Love the shout at Roth's blog for AMST and TR.

dance said...

This review is saying very much the same thing you say (I think), but lauding the movie for it. Might interest you.

Subtraction.com

Paris said...

One of my Latin teachers back in the day went on to be a consultant for Gladiator. Dunno if she was paid for it, but she had a brief interview in the NYT magazine where her summary reaction to the film was: "I hope it inspires people to go and find out what actually happened."

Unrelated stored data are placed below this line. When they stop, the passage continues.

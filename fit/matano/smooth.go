package matano

import (
	"fmt"
	"math"

	"github.com/fickfit/fickfit/fit"
)

// Smooth is the monotone curve fitted to a couple's profile before it is
// differentiated and integrated:
//
//	C(x) = CL + (CR − CL)·Y(x),  Y(x) = Σₖ wₖ·½(1 + erf((x − mₖ)/sₖ)),
//
// with wₖ > 0, Σwₖ = 1 and sₖ > 0, so Y rises monotonically from 0 to 1
// and x(C) is single-valued. Why a sum of error functions: the couple with
// a constant D is exactly one term (Crank 1975, ch. 2, from memory), so the
// smoother adds no bias there; further terms take up the asymmetry that a
// concentration-dependent D gives; monotonicity holds by construction, and
// the integrals the Boltzmann–Matano and Sauer–Freise formulas need have
// closed forms, so no quadrature of noisy data is involved. The number of
// terms is chosen by AICc.
type Smooth struct {
	CL, CR  float64   // end compositions (x → −∞ and x → +∞)
	W, M, S []float64 // weights, centres (m) and widths (m) of the terms
}

// Terms returns the number of erf terms.
func (s *Smooth) Terms() int { return len(s.W) }

// Y returns the normalised composition (C − CL)/(CR − CL) at x.
func (s *Smooth) Y(x float64) float64 {
	var y float64
	for k, w := range s.W {
		y += w * 0.5 * math.Erfc(-(x-s.M[k])/s.S[k])
	}
	return y
}

// At returns C(x).
func (s *Smooth) At(x float64) float64 { return s.CL + (s.CR-s.CL)*s.Y(x) }

// slopeY returns dY/dx at x.
func (s *Smooth) slopeY(x float64) float64 {
	var g float64
	for k, w := range s.W {
		z := (x - s.M[k]) / s.S[k]
		g += w * math.Exp(-z*z) / (s.S[k] * math.SqrtPi)
	}
	return g
}

// Slope returns dC/dx at x.
func (s *Smooth) Slope(x float64) float64 { return (s.CR - s.CL) * s.slopeY(x) }

// MatanoPlane returns the plane x_M of equal areas,
// ∫(x − x_M) dC = 0 over the whole profile; for the erf sum it is Σ wₖ mₖ.
func (s *Smooth) MatanoPlane() float64 {
	var xm float64
	for k, w := range s.W {
		xm += w * s.M[k]
	}
	return xm
}

// Position returns the x at which Y(x) = y, 0 < y < 1, by bisection
// polished with Newton steps; ok is false outside (0, 1).
func (s *Smooth) Position(y float64) (x float64, ok bool) {
	if !(y > 0 && y < 1) {
		return math.NaN(), false
	}
	lo, hi := math.Inf(1), math.Inf(-1)
	for k := range s.W {
		lo = math.Min(lo, s.M[k]-40*s.S[k])
		hi = math.Max(hi, s.M[k]+40*s.S[k])
	}
	for i := 0; i < 80; i++ { // 80 halvings of 80 widths: below rounding
		mid := 0.5 * (lo + hi)
		if s.Y(mid) < y {
			lo = mid
		} else {
			hi = mid
		}
	}
	x = 0.5 * (lo + hi)
	for i := 0; i < 3; i++ {
		g := s.slopeY(x)
		if !(g > 0) {
			break
		}
		nx := x - (s.Y(x)-y)/g
		if !(nx >= lo && nx <= hi) {
			break
		}
		x = nx
	}
	return x, true
}

// boltzmannMatano returns D at the position x* (Boltzmann–Matano):
//
//	D(C*) = −1/(2t)·(dx/dC)*·∫_{CL}^{C*} (x − x_M) dC,
//
// with ∫_{−∞}^{x*}(x − x_M)·Y′ dx = Σ wₖ[(mₖ − x_M)Φₖ − sₖ e^{−zₖ²}/(2√π)]
// in closed form for the erf sum (Φₖ = ½(1 + erf zₖ), zₖ = (x* − mₖ)/sₖ).
func (s *Smooth) boltzmannMatano(x, t, xm float64) float64 {
	var integral, slope float64
	for k, w := range s.W {
		z := (x - s.M[k]) / s.S[k]
		e := math.Exp(-z * z)
		integral += w * ((s.M[k]-xm)*0.5*math.Erfc(-z) - s.S[k]*e/(2*math.SqrtPi))
		slope += w * e / (s.S[k] * math.SqrtPi)
	}
	return -integral / (2 * t * slope)
}

// sauerFreise returns D at x* (Sauer–Freise), which needs no Matano plane:
//
//	D(Y*) = [(1 − Y*)∫_{−∞}^{x*} Y dx + Y*∫_{x*}^{∞} (1 − Y) dx] / (2t·(dY/dx)*),
//
// with ∫_{−∞}^{x*} Φₖ dx = (sₖ/2)[e^{−z²}/√π + z·erfc(−z)] and
// ∫_{x*}^{∞} (1 − Φₖ) dx = (sₖ/2)[e^{−z²}/√π − z·erfc(z)].
func (s *Smooth) sauerFreise(x, t float64) float64 {
	var left, right, slope, y float64
	for k, w := range s.W {
		z := (x - s.M[k]) / s.S[k]
		e := math.Exp(-z * z)
		left += w * s.S[k] / 2 * (e/math.SqrtPi + z*math.Erfc(-z))
		right += w * s.S[k] / 2 * (e/math.SqrtPi - z*math.Erfc(z))
		slope += w * e / (s.S[k] * math.SqrtPi)
		y += w * 0.5 * math.Erfc(-z)
	}
	return ((1-y)*left + y*right) / (2 * t * slope)
}

// erfSum is the smoother as a fit.Model on internal parameters
// [CL, CR, m₁, ln s₁, …, m_K, ln s_K, q₂, …, q_K], wₖ = softmax(0, q₂…q_K).
type erfSum struct{ k int }

func (m erfSum) np() int { return 3*m.k + 1 }

// unpack converts internal parameters to a Smooth.
func (m erfSum) unpack(p []float64) *Smooth {
	s := &Smooth{CL: p[0], CR: p[1], W: make([]float64, m.k), M: make([]float64, m.k), S: make([]float64, m.k)}
	m.fill(p, s)
	return s
}

func (m erfSum) fill(p []float64, s *Smooth) {
	s.CL, s.CR = p[0], p[1]
	var sum float64
	qmax := 0.0
	for k := 1; k < m.k; k++ {
		qmax = math.Max(qmax, p[2+2*m.k+k-1])
	}
	for k := 0; k < m.k; k++ {
		q := 0.0
		if k > 0 {
			q = p[2+2*m.k+k-1]
		}
		s.W[k] = math.Exp(q - qmax)
		sum += s.W[k]
		s.M[k] = p[2+2*k]
		s.S[k] = math.Exp(p[3+2*k])
	}
	for k := range s.W {
		s.W[k] /= sum
	}
}

// eval writes C(xᵢ) and, when jac is not nil, the Jacobian.
func (m erfSum) eval(p, x, f, jac []float64, s *Smooth, phi []float64) {
	m.fill(p, s)
	np := m.np()
	dc := s.CR - s.CL
	for i, xi := range x {
		var y float64
		for k, w := range s.W {
			phi[k] = 0.5 * math.Erfc(-(xi-s.M[k])/s.S[k])
			y += w * phi[k]
		}
		f[i] = s.CL + dc*y
		if jac == nil {
			continue
		}
		row := jac[i*np : (i+1)*np]
		row[0], row[1] = 1-y, y
		for k, w := range s.W {
			z := (xi - s.M[k]) / s.S[k]
			g := dc * w * math.Exp(-z*z) / math.SqrtPi // ∂C/∂z
			row[2+2*k] = -g / s.S[k]
			row[3+2*k] = -g * z
			if k > 0 {
				row[2+2*m.k+k-1] = dc * w * (phi[k] - y)
			}
		}
	}
}

// fitSmooth fits an erf sum of k terms from the start p0 and returns the
// solution (internal parameters) or an error.
func fitSmooth(x, y []float64, k int, p0 []float64) (*fit.Solution, error) {
	m := erfSum{k: k}
	s := m.unpack(p0)
	phi := make([]float64, k)
	pr := fit.Problem{Y: y, Func: func(p, f, jac []float64) { m.eval(p, x, f, jac, s, phi) }}
	set := fit.DefaultSettings()
	set.MaxIter = 400
	// Stop on the reduction of the sum of squares or a vanishing gradient,
	// not on a small damped step (which the first steps from a nearby
	// start can be).
	set.FTol, set.XTol = 1e-12, 1e-15
	return fit.Solve(pr, p0, &set)
}

// starts returns starting vectors for k terms from a one-term fit
// (cl, cr, m, s): the extra terms spread over the profile and with
// different widths, as an asymmetric profile needs.
func starts(k int, cl, cr, m, s float64) [][]float64 {
	base := func() []float64 {
		p := make([]float64, 3*k+1)
		p[0], p[1] = cl, cr
		return p
	}
	if k == 1 {
		p := base()
		p[2], p[3] = m, math.Log(s)
		return [][]float64{p}
	}
	var out [][]float64
	for _, spread := range []float64{0.5, 1.0} {
		for _, ratio := range []float64{1, 2.5} {
			p := base()
			for j := 0; j < k; j++ {
				f := float64(j)/float64(k-1) - 0.5 // −½ … ½
				p[2+2*j] = m + spread*s*f
				w := s * math.Pow(ratio, f)
				p[3+2*j] = math.Log(w)
			}
			out = append(out, p)
		}
	}
	return out
}

// smoothed is a fitted smoother with its statistics. The fit runs on the
// scaled depth u = (x − xc)/xs (order one, so that positions and levels
// are on comparable scales); s is in metres.
type smoothed struct {
	k      int
	p      []float64 // internal parameters on the u scale
	s      *Smooth
	rss    float64
	aicc   float64
	xc, xs float64
}

// metres returns the Smooth of internal parameters p on the depth scale.
func (sm *smoothed) metres(p []float64) *Smooth {
	s := erfSum{k: sm.k}.unpack(p)
	for k := range s.M {
		s.M[k] = sm.xc + sm.xs*s.M[k]
		s.S[k] *= sm.xs
	}
	return s
}

// chooseSmooth fits 1…kmax terms and returns the converged fit with the
// smallest AICc (Hurvich & Tsai, Biometrika 76, 1989: AICc = n ln(RSS/n) +
// 2p + 2p(p+1)/(n − p − 1)); terms whose parameters the data do not
// identify do not converge and are skipped.
func chooseSmooth(xm, y []float64, kmax int) (*smoothed, error) {
	n := len(xm)
	xc, xs := (xm[0]+xm[n-1])/2, (xm[n-1]-xm[0])/2
	x := make([]float64, n)
	for i, v := range xm {
		x[i] = (v - xc) / xs
	}
	cl, cr, m, s, err := oneTermStart(x, y)
	if err != nil {
		return nil, err
	}
	var best *smoothed
	for k := 1; k <= kmax; k++ {
		np := 3*k + 1
		if n < np+4 {
			break
		}
		var bk *smoothed
		for _, p0 := range starts(k, cl, cr, m, s) {
			sol, err := fitSmooth(x, y, k, p0)
			if err != nil || !sol.Converged {
				continue
			}
			if bk == nil || sol.RSS < bk.rss {
				bk = &smoothed{k: k, p: sol.P, rss: sol.RSS, xc: xc, xs: xs}
			}
		}
		if bk == nil {
			continue
		}
		if k == 1 {
			// Later starts build on the one-term fit.
			cl, cr, m, s = bk.p[0], bk.p[1], bk.p[2], math.Exp(bk.p[3])
		}
		rss := math.Max(bk.rss, 1e-300)
		bk.aicc = float64(n)*math.Log(rss/float64(n)) + 2*float64(np) + 2*float64(np*(np+1))/float64(n-np-1)
		bk.s = bk.metres(bk.p)
		if best == nil || bk.aicc < best.aicc {
			best = bk
		}
	}
	if best == nil {
		return nil, fmt.Errorf("%w: no smooth monotone curve (sum of error functions) could be fitted to the profile; check that it is a diffusion-couple profile that rises or falls from one end composition to the other", fit.ErrNoAnswer)
	}
	return best, nil
}

// oneTermStart estimates CL, CR, the centre and the width of a one-term
// fit from depth-ordered data: ends from the outer sixths, centre from the
// half-way crossing, width from the 10 %–90 % crossings (the erf rises
// from 0.1 to 0.9 over 2·erfinv(0.8)·s = 1.8124·s).
func oneTermStart(x, y []float64) (cl, cr, m, s float64, err error) {
	n := len(x)
	k := max(1, min(n/6, 5))
	for i := 0; i < k; i++ {
		cl += y[i]
		cr += y[n-1-i]
	}
	cl /= float64(k)
	cr /= float64(k)
	if cl == cr {
		return 0, 0, 0, 0, fmt.Errorf("%w: both ends of the profile have the same level (%g): not a diffusion couple", fit.ErrBadInput, cl)
	}
	cross := func(frac float64) float64 {
		target := cl + frac*(cr-cl)
		sign := 1.0
		if cr < cl {
			sign = -1
		}
		for i := 1; i < n; i++ {
			a, b := sign*(y[i-1]-target), sign*(y[i]-target)
			if a < 0 && b >= 0 {
				return x[i-1] + a/(a-b)*(x[i]-x[i-1])
			}
		}
		return x[0] + frac*(x[n-1]-x[0])
	}
	m = cross(0.5)
	s = (cross(0.9) - cross(0.1)) / 1.8124
	if !(s > 0) {
		s = (x[n-1] - x[0]) / 8
	}
	return cl, cr, m, s, nil
}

I think this probably a good blanket attitude towards Hollywood and history.

anthony grafton said...

There's a great piece by Robert Darnton on the difficulties involved in trying to write for the movies (and, indeed, for a wide public). It shows that even a superb writer (and Darnton creates wonderful, elegant, lively prose) can run into versions of the same sunken road that temporarily dished TR. I think it's in THE KISS OF LAMOURETTE.

Anonymous said...

To complain that a fictional script changes facts to make a film more dramatic is rather naive. Your other points are well taken.

And instead of ranting about "movie people", why not think about how a screenwriter functions? He or she isn't jotting down notes for the camera, he or she is creating a new work of art. Hard as it is for the general public to grasp, writers aren't always looking to "clean up".